WORK REQUEST>
Scan the records below. Copy every line in which the word "redispatch" appears.

-------- RECORDS

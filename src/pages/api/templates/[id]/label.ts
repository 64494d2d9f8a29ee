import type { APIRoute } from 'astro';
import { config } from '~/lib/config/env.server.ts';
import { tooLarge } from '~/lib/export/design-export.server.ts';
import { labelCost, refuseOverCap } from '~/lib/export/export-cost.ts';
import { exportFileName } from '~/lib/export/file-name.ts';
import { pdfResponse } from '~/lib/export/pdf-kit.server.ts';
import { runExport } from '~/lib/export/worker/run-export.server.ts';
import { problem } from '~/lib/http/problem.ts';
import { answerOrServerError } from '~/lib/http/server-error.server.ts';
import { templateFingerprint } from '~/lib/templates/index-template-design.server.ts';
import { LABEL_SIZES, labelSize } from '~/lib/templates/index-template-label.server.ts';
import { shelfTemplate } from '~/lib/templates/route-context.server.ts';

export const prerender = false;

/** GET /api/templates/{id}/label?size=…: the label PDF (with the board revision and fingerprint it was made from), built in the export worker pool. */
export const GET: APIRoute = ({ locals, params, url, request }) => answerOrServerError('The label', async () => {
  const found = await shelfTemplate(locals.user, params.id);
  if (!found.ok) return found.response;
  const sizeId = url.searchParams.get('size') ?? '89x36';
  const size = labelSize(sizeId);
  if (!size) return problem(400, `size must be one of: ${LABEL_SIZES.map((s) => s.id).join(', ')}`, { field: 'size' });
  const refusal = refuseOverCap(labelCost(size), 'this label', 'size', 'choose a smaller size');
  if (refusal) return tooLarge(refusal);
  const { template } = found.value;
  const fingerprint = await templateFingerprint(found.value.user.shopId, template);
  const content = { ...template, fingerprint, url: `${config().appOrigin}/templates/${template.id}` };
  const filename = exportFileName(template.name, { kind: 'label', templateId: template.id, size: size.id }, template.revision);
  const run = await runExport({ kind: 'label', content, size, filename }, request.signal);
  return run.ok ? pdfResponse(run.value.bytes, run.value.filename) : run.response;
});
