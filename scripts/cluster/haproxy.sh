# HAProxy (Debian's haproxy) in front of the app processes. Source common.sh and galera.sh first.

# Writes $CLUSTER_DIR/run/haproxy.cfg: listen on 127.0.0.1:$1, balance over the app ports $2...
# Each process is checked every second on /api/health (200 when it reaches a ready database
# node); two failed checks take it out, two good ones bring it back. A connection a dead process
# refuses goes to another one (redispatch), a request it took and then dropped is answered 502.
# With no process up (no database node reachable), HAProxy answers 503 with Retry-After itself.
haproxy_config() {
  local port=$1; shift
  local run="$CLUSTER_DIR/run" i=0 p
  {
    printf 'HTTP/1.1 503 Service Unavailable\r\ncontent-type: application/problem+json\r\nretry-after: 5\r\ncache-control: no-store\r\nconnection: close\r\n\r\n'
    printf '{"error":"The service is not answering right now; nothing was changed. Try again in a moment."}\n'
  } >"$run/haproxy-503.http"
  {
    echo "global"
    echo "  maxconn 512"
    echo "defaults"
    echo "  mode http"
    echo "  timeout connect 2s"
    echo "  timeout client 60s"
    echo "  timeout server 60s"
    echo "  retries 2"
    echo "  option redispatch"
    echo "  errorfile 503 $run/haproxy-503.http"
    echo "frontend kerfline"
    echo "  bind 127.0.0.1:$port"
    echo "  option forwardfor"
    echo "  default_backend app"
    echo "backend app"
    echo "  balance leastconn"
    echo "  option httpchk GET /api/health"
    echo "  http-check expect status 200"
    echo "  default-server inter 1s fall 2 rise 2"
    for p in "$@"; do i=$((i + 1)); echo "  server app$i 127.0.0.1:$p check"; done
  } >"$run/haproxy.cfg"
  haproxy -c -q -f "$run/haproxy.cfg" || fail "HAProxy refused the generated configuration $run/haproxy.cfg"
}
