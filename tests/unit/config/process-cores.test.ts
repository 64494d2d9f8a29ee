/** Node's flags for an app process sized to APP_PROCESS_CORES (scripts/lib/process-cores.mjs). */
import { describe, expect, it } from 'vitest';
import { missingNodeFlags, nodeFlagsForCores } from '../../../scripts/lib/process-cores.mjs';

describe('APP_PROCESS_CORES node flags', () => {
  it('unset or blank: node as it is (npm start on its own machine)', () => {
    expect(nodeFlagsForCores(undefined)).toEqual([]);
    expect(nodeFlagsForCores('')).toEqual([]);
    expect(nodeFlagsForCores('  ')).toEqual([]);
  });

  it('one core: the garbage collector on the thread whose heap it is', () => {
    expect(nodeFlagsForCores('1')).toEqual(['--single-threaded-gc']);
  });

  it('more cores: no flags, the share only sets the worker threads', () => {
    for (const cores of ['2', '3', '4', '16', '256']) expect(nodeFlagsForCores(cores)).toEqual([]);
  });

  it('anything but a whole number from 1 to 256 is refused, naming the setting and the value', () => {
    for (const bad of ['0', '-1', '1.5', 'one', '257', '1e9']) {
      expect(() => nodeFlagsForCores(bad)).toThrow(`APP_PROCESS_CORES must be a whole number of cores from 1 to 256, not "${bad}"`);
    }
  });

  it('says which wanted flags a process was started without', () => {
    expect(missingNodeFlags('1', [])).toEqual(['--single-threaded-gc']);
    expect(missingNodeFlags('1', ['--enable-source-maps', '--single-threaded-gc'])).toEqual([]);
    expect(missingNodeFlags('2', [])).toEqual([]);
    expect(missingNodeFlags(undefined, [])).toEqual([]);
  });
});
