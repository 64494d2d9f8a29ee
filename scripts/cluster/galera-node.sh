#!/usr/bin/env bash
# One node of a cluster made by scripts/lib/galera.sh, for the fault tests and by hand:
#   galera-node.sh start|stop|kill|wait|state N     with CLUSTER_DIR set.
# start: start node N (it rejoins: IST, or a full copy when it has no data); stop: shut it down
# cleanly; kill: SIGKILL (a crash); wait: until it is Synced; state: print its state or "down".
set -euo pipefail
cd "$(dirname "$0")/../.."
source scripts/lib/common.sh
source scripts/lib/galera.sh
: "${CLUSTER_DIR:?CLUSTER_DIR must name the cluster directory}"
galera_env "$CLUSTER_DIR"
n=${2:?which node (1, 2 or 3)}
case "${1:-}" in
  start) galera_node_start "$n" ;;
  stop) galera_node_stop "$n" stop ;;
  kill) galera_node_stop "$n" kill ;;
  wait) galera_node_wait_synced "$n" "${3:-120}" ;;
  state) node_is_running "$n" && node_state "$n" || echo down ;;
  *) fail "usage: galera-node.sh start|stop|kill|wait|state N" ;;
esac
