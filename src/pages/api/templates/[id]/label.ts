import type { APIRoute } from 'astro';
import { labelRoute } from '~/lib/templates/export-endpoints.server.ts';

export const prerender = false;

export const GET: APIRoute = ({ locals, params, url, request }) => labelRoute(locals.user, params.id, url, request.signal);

----------------
-------- RECORDS

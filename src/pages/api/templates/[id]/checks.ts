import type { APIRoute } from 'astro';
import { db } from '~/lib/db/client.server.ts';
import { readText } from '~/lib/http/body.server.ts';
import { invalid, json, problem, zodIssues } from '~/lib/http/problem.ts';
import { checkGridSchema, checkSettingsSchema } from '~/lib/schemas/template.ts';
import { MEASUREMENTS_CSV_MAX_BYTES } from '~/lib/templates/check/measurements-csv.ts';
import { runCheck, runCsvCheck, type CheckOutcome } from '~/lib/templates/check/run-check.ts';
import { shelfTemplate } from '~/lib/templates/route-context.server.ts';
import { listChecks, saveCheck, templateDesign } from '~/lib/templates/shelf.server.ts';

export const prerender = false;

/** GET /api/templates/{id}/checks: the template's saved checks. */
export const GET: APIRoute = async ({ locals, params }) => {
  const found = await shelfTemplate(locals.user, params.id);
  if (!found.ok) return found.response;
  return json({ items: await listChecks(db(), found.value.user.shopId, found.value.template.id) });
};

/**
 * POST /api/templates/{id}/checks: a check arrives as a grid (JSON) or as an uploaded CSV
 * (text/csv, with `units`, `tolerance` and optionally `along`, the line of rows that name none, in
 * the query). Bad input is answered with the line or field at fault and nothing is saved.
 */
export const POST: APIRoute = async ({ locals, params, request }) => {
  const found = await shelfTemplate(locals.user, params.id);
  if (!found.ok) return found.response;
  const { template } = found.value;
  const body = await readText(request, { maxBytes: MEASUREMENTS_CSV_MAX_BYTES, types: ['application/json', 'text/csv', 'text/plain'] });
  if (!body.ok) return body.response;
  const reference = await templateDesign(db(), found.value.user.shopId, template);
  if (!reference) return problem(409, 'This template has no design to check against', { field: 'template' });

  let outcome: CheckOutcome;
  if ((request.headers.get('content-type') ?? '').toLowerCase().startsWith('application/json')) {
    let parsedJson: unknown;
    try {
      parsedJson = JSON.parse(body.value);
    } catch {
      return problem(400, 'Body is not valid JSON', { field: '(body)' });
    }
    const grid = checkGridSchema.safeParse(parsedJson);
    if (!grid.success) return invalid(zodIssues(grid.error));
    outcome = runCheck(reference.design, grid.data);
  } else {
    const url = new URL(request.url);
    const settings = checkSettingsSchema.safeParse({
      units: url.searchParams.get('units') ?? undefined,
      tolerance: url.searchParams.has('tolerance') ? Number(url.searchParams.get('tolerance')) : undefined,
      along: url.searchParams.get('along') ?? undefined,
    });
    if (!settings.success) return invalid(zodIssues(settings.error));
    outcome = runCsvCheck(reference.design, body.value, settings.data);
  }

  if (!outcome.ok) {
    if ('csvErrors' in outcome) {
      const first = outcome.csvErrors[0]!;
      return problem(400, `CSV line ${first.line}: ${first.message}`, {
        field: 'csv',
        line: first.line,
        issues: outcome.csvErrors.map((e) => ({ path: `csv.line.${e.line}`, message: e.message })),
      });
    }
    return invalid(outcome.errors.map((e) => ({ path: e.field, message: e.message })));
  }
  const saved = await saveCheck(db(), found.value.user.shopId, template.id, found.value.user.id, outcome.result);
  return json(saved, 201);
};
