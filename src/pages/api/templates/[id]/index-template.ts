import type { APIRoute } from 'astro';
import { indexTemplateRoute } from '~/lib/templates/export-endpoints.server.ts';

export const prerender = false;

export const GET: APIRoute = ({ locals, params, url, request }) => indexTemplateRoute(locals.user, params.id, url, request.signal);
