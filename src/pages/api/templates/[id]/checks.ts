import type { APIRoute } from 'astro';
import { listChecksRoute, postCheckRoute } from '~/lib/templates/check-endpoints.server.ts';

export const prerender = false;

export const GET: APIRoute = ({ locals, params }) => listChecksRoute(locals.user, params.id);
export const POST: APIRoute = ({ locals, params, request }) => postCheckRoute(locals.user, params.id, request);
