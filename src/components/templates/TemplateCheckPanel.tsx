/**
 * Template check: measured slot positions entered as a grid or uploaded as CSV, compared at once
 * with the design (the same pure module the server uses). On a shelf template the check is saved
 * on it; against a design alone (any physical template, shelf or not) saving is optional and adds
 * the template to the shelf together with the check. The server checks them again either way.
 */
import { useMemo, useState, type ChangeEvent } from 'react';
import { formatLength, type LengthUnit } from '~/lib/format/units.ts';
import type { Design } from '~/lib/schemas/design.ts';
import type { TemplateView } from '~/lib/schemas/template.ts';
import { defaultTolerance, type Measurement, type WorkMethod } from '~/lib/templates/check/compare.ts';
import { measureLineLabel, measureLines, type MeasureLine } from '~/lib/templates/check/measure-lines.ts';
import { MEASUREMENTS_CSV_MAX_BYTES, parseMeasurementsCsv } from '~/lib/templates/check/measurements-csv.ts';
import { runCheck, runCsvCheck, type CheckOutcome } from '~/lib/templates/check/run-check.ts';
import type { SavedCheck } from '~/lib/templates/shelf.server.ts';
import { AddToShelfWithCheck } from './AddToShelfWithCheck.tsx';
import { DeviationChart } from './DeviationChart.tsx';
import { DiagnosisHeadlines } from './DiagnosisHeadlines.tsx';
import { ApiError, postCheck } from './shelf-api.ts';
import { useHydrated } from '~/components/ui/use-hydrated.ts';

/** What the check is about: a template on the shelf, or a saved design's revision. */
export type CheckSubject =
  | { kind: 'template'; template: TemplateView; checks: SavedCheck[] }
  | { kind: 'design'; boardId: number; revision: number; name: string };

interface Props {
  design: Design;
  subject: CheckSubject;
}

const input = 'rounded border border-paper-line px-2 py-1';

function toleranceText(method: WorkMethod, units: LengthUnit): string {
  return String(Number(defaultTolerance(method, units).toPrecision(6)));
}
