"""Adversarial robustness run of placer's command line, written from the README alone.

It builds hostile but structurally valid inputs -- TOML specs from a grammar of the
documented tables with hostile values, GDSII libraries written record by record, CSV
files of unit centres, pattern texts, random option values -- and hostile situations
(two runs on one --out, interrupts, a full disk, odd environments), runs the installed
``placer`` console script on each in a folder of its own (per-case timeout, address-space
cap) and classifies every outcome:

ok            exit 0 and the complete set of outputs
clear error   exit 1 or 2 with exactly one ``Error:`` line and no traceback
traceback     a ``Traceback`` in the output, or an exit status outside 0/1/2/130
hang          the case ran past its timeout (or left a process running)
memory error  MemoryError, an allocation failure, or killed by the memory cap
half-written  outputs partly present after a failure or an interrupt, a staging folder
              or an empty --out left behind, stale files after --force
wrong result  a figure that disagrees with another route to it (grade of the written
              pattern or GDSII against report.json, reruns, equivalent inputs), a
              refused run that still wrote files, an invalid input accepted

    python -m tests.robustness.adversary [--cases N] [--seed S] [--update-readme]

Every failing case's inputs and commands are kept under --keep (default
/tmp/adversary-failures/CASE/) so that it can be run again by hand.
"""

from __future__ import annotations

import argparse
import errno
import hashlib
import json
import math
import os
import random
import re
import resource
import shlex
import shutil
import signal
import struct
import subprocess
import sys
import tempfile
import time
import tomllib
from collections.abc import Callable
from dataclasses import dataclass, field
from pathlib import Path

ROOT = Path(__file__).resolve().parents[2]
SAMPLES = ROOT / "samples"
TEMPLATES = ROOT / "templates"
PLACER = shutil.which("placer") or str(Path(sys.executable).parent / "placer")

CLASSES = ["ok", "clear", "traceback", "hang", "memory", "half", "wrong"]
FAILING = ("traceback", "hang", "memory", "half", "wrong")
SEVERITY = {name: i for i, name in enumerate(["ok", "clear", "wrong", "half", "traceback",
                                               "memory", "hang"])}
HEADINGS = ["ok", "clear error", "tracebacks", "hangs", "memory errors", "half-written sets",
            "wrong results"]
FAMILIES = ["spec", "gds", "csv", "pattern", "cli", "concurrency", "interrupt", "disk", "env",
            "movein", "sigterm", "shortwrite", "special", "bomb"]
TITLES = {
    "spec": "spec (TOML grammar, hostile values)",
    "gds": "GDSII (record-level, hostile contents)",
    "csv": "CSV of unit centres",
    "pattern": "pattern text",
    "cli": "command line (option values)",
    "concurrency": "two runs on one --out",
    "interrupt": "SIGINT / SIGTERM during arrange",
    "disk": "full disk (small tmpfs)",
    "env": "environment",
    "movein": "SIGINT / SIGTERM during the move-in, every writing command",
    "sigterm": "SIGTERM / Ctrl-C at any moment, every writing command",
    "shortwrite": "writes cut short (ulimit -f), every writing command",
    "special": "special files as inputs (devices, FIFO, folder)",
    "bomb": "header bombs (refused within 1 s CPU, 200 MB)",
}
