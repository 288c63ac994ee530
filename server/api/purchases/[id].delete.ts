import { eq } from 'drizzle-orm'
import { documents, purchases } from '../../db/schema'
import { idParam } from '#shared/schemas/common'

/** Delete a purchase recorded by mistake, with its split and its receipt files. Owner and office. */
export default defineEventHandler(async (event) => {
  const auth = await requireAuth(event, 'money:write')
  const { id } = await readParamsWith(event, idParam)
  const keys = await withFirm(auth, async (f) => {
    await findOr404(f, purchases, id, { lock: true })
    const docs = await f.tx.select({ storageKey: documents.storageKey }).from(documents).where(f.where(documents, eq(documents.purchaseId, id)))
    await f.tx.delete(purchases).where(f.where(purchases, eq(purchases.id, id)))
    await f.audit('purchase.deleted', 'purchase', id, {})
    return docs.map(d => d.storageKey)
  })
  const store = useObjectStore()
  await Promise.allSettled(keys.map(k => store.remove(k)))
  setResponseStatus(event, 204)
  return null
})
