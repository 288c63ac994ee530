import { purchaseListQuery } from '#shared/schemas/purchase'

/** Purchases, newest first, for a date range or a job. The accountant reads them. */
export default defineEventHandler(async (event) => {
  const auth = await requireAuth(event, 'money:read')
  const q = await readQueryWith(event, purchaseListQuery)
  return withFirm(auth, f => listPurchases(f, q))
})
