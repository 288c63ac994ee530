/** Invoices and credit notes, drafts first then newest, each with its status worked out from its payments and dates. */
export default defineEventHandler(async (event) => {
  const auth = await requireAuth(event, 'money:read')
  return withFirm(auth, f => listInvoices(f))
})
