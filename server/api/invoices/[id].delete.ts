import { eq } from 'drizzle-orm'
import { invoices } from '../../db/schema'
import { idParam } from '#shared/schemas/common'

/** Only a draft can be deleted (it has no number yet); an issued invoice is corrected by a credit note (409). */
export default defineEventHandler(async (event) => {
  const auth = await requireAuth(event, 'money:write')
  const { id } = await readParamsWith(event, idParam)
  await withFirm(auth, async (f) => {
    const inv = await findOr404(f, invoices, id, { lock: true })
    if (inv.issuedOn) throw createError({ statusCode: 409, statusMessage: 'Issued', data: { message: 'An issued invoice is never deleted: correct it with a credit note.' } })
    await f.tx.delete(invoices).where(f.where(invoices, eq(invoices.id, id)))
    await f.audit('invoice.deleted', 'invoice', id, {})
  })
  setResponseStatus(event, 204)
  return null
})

----------------

TASK ANSWER>
# refuses goes to another one (redispatch), a request it took and then dropped is answered 502.
    echo "  option redispatch"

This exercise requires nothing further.